## WORKING DATA
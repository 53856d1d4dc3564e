using DesignCompiler.Planning;

namespace DesignCompiler.Ledger;

/// <summary>Who wrote an entry, when, with which trialc, and under which design text.</summary>
public sealed record LedgerEntryInfo(long Seq, string Kind, int Round, string DesignHash, string User, string At, string ToolVersion, string Hash)
{
    /// <summary>The UTC date of the entry (yyyy-MM-dd), as printed on sheets.</summary>
    public string Date => At.Length >= 10 ? At[..10] : At;

    public string Describe() => FormattableString.Invariant($"entry {Seq}, {At} by {User}");
}

/// <summary>One plot's recorded result: a value, or missing with a reason ('' when none was given).</summary>
public sealed record RecordedOutcome(int Ordinal, string PlotId, string Arm, double? Value, string? ValueText, string? MissingReason, string Notes, int Line);

/// <summary>The results of one round, read from one returned sheet.</summary>
public sealed record RoundRecording(LedgerEntryInfo Entry, string FileName, string FileSha256, IReadOnlyList<RecordedOutcome> Outcomes);

/// <summary>An issued round: its stored plan and plots, and its results once recorded.</summary>
public sealed record IssuedRound(
    int Round, LedgerEntryInfo Entry, string PlanJson, string PlanData, IReadOnlyList<PlotAssignment> Plots, RoundRecording? Recording)
{
    public bool IsRecorded => Recording is not null;

    /// <summary>The stored plan, exactly as it was issued (the planner is not run again).</summary>
    public RoundPlan ReadPlan() => LedgerPlanData.Read(PlanData, Plots);
}

/// <summary>A recorded change of the design text during the trial.</summary>
public sealed record Amendment(LedgerEntryInfo Entry, string OldHash, string NewHash, string Reason);

/// <summary>
/// Everything a ledger holds, after its chain was checked: immutable, in round order. Commands
/// read it to replay the trial; they never read the tables themselves.
/// </summary>
public sealed class LedgerHistory
{
    private readonly IReadOnlyDictionary<string, string> _designs;

    internal LedgerHistory(IReadOnlyList<LedgerEntryInfo> entries, IReadOnlyList<IssuedRound> rounds, IReadOnlyList<Amendment> amendments,
        IReadOnlyDictionary<string, string> designs, string headHash)
    {
        Entries = entries;
        Rounds = rounds;
        Amendments = amendments;
        _designs = designs;
        HeadHash = headHash;
    }

    public IReadOnlyList<LedgerEntryInfo> Entries { get; }
    public IReadOnlyList<IssuedRound> Rounds { get; }
    public IReadOnlyList<Amendment> Amendments { get; }
    public string HeadHash { get; }

    public IssuedRound? LastRound => Rounds.Count == 0 ? null : Rounds[^1];
    public int RecordedRounds => Rounds.Count(r => r.IsRecorded);

    /// <summary>The design text the trial now runs under: that of the latest entry (null for an empty ledger).</summary>
    public string? CurrentDesignHash => Entries.Count == 0 ? null : Entries[^1].DesignHash;

    /// <summary>The entry that set the current design text: the latest amendment, else the first issue.</summary>
    public LedgerEntryInfo? CurrentDesignEntry =>
        Entries.LastOrDefault(e => e.Kind == EntryKinds.Amend) ?? Entries.FirstOrDefault(e => e.Kind == EntryKinds.Issue);

    public string? DesignText(string hash) => _designs.TryGetValue(hash, out var text) ? text : null;

    public RoundRecording? RecordingOfFile(string sha256) =>
        Rounds.Select(r => r.Recording).FirstOrDefault(r => r is not null && r.FileSha256 == sha256);

    internal static LedgerHistory From(LedgerRows rows)
    {
        var entries = rows.Entries.Select(e => new LedgerEntryInfo(e.Seq, e.Kind, e.Round, e.DesignHash, e.User, e.At, e.ToolVersion, e.Hash)).ToList();
        var bySeq = entries.ToDictionary(e => e.Seq);
        var plotsByRound = rows.Plots.ToLookup(p => p.Round);
        var outcomesBySeq = rows.Outcomes.ToLookup(o => o.EntrySeq);
        var recordByRound = rows.Records.ToDictionary(r => r.Round);

        var rounds = rows.Rounds.Select(r =>
        {
            var plots = plotsByRound[r.Round].OrderBy(p => p.Ordinal)
                .Select(p => new PlotAssignment(p.Block, p.BlockIndex, p.PlotIndex, p.PlotId, p.Row, p.Column, p.ArmIndex, p.Arm)).ToList();
            RoundRecording? recording = null;
            if (recordByRound.TryGetValue(r.Round, out var record))
                recording = new RoundRecording(bySeq[record.EntrySeq], record.FileName, record.FileSha256,
                    outcomesBySeq[record.EntrySeq].OrderBy(o => o.Ordinal)
                        .Select(o => new RecordedOutcome(o.Ordinal, o.PlotId, o.Arm, o.Value, o.ValueText, o.MissingReason, o.Notes, o.Line)).ToList());
            return new IssuedRound(r.Round, bySeq[r.EntrySeq], r.PlanJson, r.PlanData, plots, recording);
        }).ToList();

        var amendments = rows.Amendments.Select(a => new Amendment(bySeq[a.EntrySeq], a.OldHash, a.NewHash, a.Reason)).ToList();
        var head = entries.Count == 0 ? LedgerSchema.GenesisHash : entries[^1].Hash;
        return new LedgerHistory(entries, rounds, amendments, rows.Designs, head);
    }
}
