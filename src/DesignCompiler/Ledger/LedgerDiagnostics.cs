using DesignCompiler.Diagnostics;

namespace DesignCompiler.Ledger;

/// <summary>
/// The TD4xxx diagnostics: returned result sheets (TD40xx) and the trial ledger (TD41xx).
/// Built like <see cref="DiagnosticCatalog"/>'s; kept here so the ledger owns its ids.
/// Ids never change meaning once released.
/// </summary>
public static class LedgerDiagnostics
{
    private static DiagnosticDescriptor Error(string id, string format) => new(id, Severity.Error, format);
    private static DiagnosticDescriptor Warning(string id, string format) => new(id, Severity.Warning, format);

    // --- TD40xx: result sheets ---------------------------------------------------
    public static readonly DiagnosticDescriptor ResultsUnreadable = Error("TD4001", "cannot read the results: {0}");
    public static readonly DiagnosticDescriptor NotText = Error("TD4002", "the file is not a CSV text sheet: {0}");
    public static readonly DiagnosticDescriptor NotAWorkbook = Error("TD4030", "the file is not a workbook trialc can read: {0}");
    public static readonly DiagnosticDescriptor NoHeaderRow = Error("TD4031", "sheet '{0}' has cells filled in but no header row; its plot table starts with a row '{1}'");
    public static readonly DiagnosticDescriptor DateInOutcome = Error("TD4032", "outcome of plot '{0}' is formatted as a date or time, so the spreadsheet changed what was typed; format the column as General and write {1}");
    public static readonly DiagnosticDescriptor EmptySheet = Error("TD4003", "the file is empty; a results sheet starts with the header '{0}'");
    public static readonly DiagnosticDescriptor HeaderMismatch = Error("TD4004", "{0}");
    public static readonly DiagnosticDescriptor CsvMalformed = Error("TD4005", "{0}");
    public static readonly DiagnosticDescriptor NoRows = Error("TD4007", "the sheet has its header but no plot rows; return the sheet with the outcomes filled in");
    public static readonly DiagnosticDescriptor TooManyRows = Error("TD4009", "the sheet has more than {0} rows; the largest issued round has {1} plots, so this is not a results sheet of this trial (check the file, or remove the rows below the plots)");
    public static readonly DiagnosticDescriptor FieldCount = Error("TD4006", "this row has {0} fields; a sheet row has {1}: {2}");

    public static readonly DiagnosticDescriptor RoundNotWhole = Error("TD4010", "round '{0}' is not a round number");
    public static readonly DiagnosticDescriptor RoundNotIssued = Error("TD4011", "round {0} has not been issued; {1}");
    public static readonly DiagnosticDescriptor RoundAlreadyRecorded = Error("TD4012", "round {0} is already recorded ({1}); a round is recorded once");
    public static readonly DiagnosticDescriptor FileAlreadyRecorded = Error("TD4013", "this file is already recorded as round {0} ({1})");
    public static readonly DiagnosticDescriptor MixedRounds = Error("TD4014", "this row is for round {0} but the sheet's first row is for round {1}; one file holds one round");
    public static readonly DiagnosticDescriptor UnknownPlot = Error("TD4015", "plot '{0}' was not issued in round {1}");
    public static readonly DiagnosticDescriptor WrongArm = Error("TD4016", "plot '{0}' was issued with arm '{1}' in round {2}, not '{3}'");
    public static readonly DiagnosticDescriptor WrongPlace = Error("TD4017", "plot '{0}' has {1} '{2}' on the issued sheet, not '{3}'");
    public static readonly DiagnosticDescriptor DuplicatePlot = Error("TD4018", "plot '{0}' appears twice; its first row is {1}");
    public static readonly DiagnosticDescriptor MissingPlot = Error("TD4019", "plot '{0}' (arm '{1}') of round {2} has no row in the file");
    public static readonly DiagnosticDescriptor BlankOutcome = Error("TD4020", "plot '{0}' has no outcome; write {1}, or 'missing: reason'");
    public static readonly DiagnosticDescriptor NotANumber = Error("TD4021", "outcome '{0}' is not a number; write {1}, or 'missing: reason'");
    public static readonly DiagnosticDescriptor OutsideSupport = Error("TD4022", "outcome {0} is not a value a {1} outcome takes: {2}");
    public static readonly DiagnosticDescriptor AmbiguousComma = Error("TD4023", "outcome '{0}' is ambiguous: {1}");
    public static readonly DiagnosticDescriptor ThousandsSeparator = Error("TD4024", "outcome '{0}' has a thousands separator or more than one decimal mark; write digits with at most one decimal point, like {1}");
    public static readonly DiagnosticDescriptor CommaNotDecimal = Error("TD4025", "outcome '{0}' has a comma; a {1} outcome takes {2}, written with digits only");

    // --- TD41xx: the ledger ------------------------------------------------------
    public static readonly DiagnosticDescriptor LedgerUnreadable = Error("TD4101", "cannot open the ledger: {0}");
    public static readonly DiagnosticDescriptor NotALedger = Error("TD4102", "this is not a trial ledger: {0}");
    public static readonly DiagnosticDescriptor LedgerLocked = Error("TD4103", "the ledger is busy: another trialc, or another program that has the file open, has held its lock for over {0} s; try again when that command has finished, or close the program");
    public static readonly DiagnosticDescriptor LedgerChanged = Error("TD4104", "the ledger was changed outside trialc: {0}");
    public static readonly DiagnosticDescriptor LedgerMissing = Error("TD4105", "there is no ledger here; 'trialc compile DESIGN --ledger {0} --out DIR' starts one with round 1");
    public static readonly DiagnosticDescriptor SchemaTooNew = Error("TD4106", "the ledger has schema version {0}; this trialc reads version {1}: use a newer trialc");
    public static readonly DiagnosticDescriptor LedgerWriteFailed = Error("TD4107", "cannot write to the ledger: {0}");

    public static readonly DiagnosticDescriptor DesignChanged = Error("TD4110", "the design text changed since {0} (design {1}, now {2}); to go on under the new text, compile with --amend \"reason\"");
    public static readonly DiagnosticDescriptor AmendmentDoesNotFit = Error("TD4111", "the amended design does not fit the recorded trial: {0}");
    public static readonly DiagnosticDescriptor NothingToAmend = Warning("TD4112", "--amend is ignored: the design text is unchanged since {0}");
    public static readonly DiagnosticDescriptor RoundAwaitsResults = Error("TD4113", "round {0} still awaits results for {1} plot(s): {2}; record them with 'trialc record' before round {3} is compiled");
    public static readonly DiagnosticDescriptor ReplayDiffers = Error("TD4114", "round {0} as stored differs from what the planner gives from the same design and data: {1}");
    public static readonly DiagnosticDescriptor ReplayDiffersOtherVersion = Warning("TD4115", "round {0} was issued by trialc {1}, whose plan differs from this version's ({2}); the stored round stands");
    public static readonly DiagnosticDescriptor ReplayFiguresDiffer = Warning("TD4118", "round {0} as stored has posterior figures this build computes slightly differently ({1}); the stored round stands");
    public static readonly DiagnosticDescriptor RoundNotNext = Error("TD4116", "round {0} cannot be compiled now: {1}");
    public static readonly DiagnosticDescriptor RecordedArmUnknown = Error("TD4117", "arm '{0}' of round {1} is not in the design; the ledger was written under another design");
}
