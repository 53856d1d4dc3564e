using DesignCompiler.Binding;
using DesignCompiler.Text;

namespace DesignCompiler.Ledger;

/// <summary>
/// A design text kept in the ledger, checked again so a round can be re-issued or an amendment
/// compared under exactly the text it was issued with, whatever the design file says now.
/// </summary>
public static class StoredDesign
{
    public static CheckedDesign? Bind(LedgerHistory history, string hash, string pathForMessages)
    {
        var text = history.DesignText(hash);
        if (text is null) return null;
        return DesignBinder.Check(new SourceText(pathForMessages, text)).Design;
    }
}
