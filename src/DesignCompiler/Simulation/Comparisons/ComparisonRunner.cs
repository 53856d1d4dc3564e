using DesignCompiler.Planning;
using DesignCompiler.Simulation.Accumulators;
using DesignCompiler.Simulation.Running;

namespace DesignCompiler.Simulation.Comparisons;

/// <summary>
/// Simulates two designs with common random numbers: replication i of B draws its true values
/// and its outcomes from exactly the streams replication i of A uses (keyed by A's seed, A's
/// scenario name and the arm code), so the two trials differ only in their decisions. Each
/// design still runs through its own planner.
/// </summary>
public static class ComparisonRunner
{
    public static ComparisonResult Run(
        RoundPlanner plannerA, RoundPlanner plannerB, ScenarioMatching matching, SimulationSettings settings,
        SimulationProgress? progress = null, CancellationToken cancel = default)
    {
        var (a, b) = (plannerA.Design, plannerB.Design);
        var worldsA = matching.Pairs.Select(p => new ScenarioWorld(a, p.A)).ToList();
        var worldsB = matching.Pairs.Select(p => new ScenarioWorld(b, p.B, keyName: p.A.Name)).ToList();
        var setupA = SetupBuilder.Build(a, worldsA.Select(w => w.Info).ToList(), settings);
        var setupB = SetupBuilder.Build(b, worldsB.Select(w => w.Info).ToList(), settings);
        var pairs = worldsA.Count;
        var totalA = worldsA.Select(_ => Simulator.NewAccumulator(a, settings)).ToArray();
        var totalB = worldsB.Select(_ => Simulator.NewAccumulator(b, settings)).ToArray();
        var totalD = worldsA.Select(_ => new PairedAccumulator()).ToArray();
        var chunks = (settings.Replications + SimulationSettings.ChunkSize - 1) / SimulationSettings.ChunkSize;

        var finished = pairs == 0 ? 0 : ChunkedParallel.Run(
            chunks * pairs,
            settings.Threads,
            () => new Worker(new ReplicationRunner(plannerA), new ReplicationRunner(plannerB), pairs, a, b, settings),
            (worker, unit) =>
            {
                var s = (int)(unit % pairs);
                var chunk = unit / pairs;
                var end = Math.Min(settings.Replications, (chunk + 1) * SimulationSettings.ChunkSize);
                for (var i = chunk * SimulationSettings.ChunkSize; i < end; i++)
                {
                    worker.RunnerA.Run(worldsA[s], settings.Seed, i, worker.RecordA);
                    worker.RunnerB.Run(worldsB[s], settings.Seed, i, worker.RecordB);
                    worker.A[s].Add(worker.RecordA);
                    worker.B[s].Add(worker.RecordB);
                    worker.D[s].Add(ReplicationFigures.Of(worker.RecordA, settings.Margin), ReplicationFigures.Of(worker.RecordB, settings.Margin));
                }
                progress?.Add(end - chunk * SimulationSettings.ChunkSize);
            },
            worker =>
            {
                for (var s = 0; s < pairs; s++)
                {
                    totalA[s].Add(worker.A[s]);
                    totalB[s].Add(worker.B[s]);
                    totalD[s].Add(worker.D[s]);
                }
            },
            cancel);

        return new ComparisonResult(setupA, setupB, totalA, totalB, totalD, matching.Notes, finished < chunks * pairs);
    }

    private sealed class Worker
    {
        public Worker(ReplicationRunner a, ReplicationRunner b, int pairs, DesignCompiler.Binding.CheckedDesign da,
            DesignCompiler.Binding.CheckedDesign db, SimulationSettings settings)
        {
            RunnerA = a;
            RunnerB = b;
            RecordA = a.NewRecord();
            RecordB = b.NewRecord();
            A = Enumerable.Range(0, pairs).Select(_ => Simulator.NewAccumulator(da, settings)).ToArray();
            B = Enumerable.Range(0, pairs).Select(_ => Simulator.NewAccumulator(db, settings)).ToArray();
            D = Enumerable.Range(0, pairs).Select(_ => new PairedAccumulator()).ToArray();
        }

        public ReplicationRunner RunnerA { get; }
        public ReplicationRunner RunnerB { get; }
        public ReplicationRecord RecordA { get; }
        public ReplicationRecord RecordB { get; }
        public ScenarioAccumulator[] A { get; }
        public ScenarioAccumulator[] B { get; }
        public PairedAccumulator[] D { get; }
    }
}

## YOUR OBJECTIVE
Pull every line that holds the string "this" out of the records.

## EXERCISE SOLUTION
    public static readonly DiagnosticDescriptor TooManyRows = Error("TD4009", "the sheet has more than {0} rows; the largest issued round has {1} plots, so this is not a results sheet of this trial (check the file, or remove the rows below the plots)");
    public static readonly DiagnosticDescriptor FieldCount = Error("TD4006", "this row has {0} fields; a sheet row has {1}: {2}");
    public static readonly DiagnosticDescriptor FileAlreadyRecorded = Error("TD4013", "this file is already recorded as round {0} ({1})");
    public static readonly DiagnosticDescriptor MixedRounds = Error("TD4014", "this row is for round {0} but the sheet's first row is for round {1}; one file holds one round");
    public static readonly DiagnosticDescriptor NotALedger = Error("TD4102", "this is not a trial ledger: {0}");
    public static readonly DiagnosticDescriptor SchemaTooNew = Error("TD4106", "the ledger has schema version {0}; this trialc reads version {1}: use a newer trialc");
    public static readonly DiagnosticDescriptor ReplayDiffersOtherVersion = Warning("TD4115", "round {0} was issued by trialc {1}, whose plan differs from this version's ({2}); the stored round stands");
    public static readonly DiagnosticDescriptor ReplayFiguresDiffer = Warning("TD4118", "round {0} as stored has posterior figures this build computes slightly differently ({1}); the stored round stands");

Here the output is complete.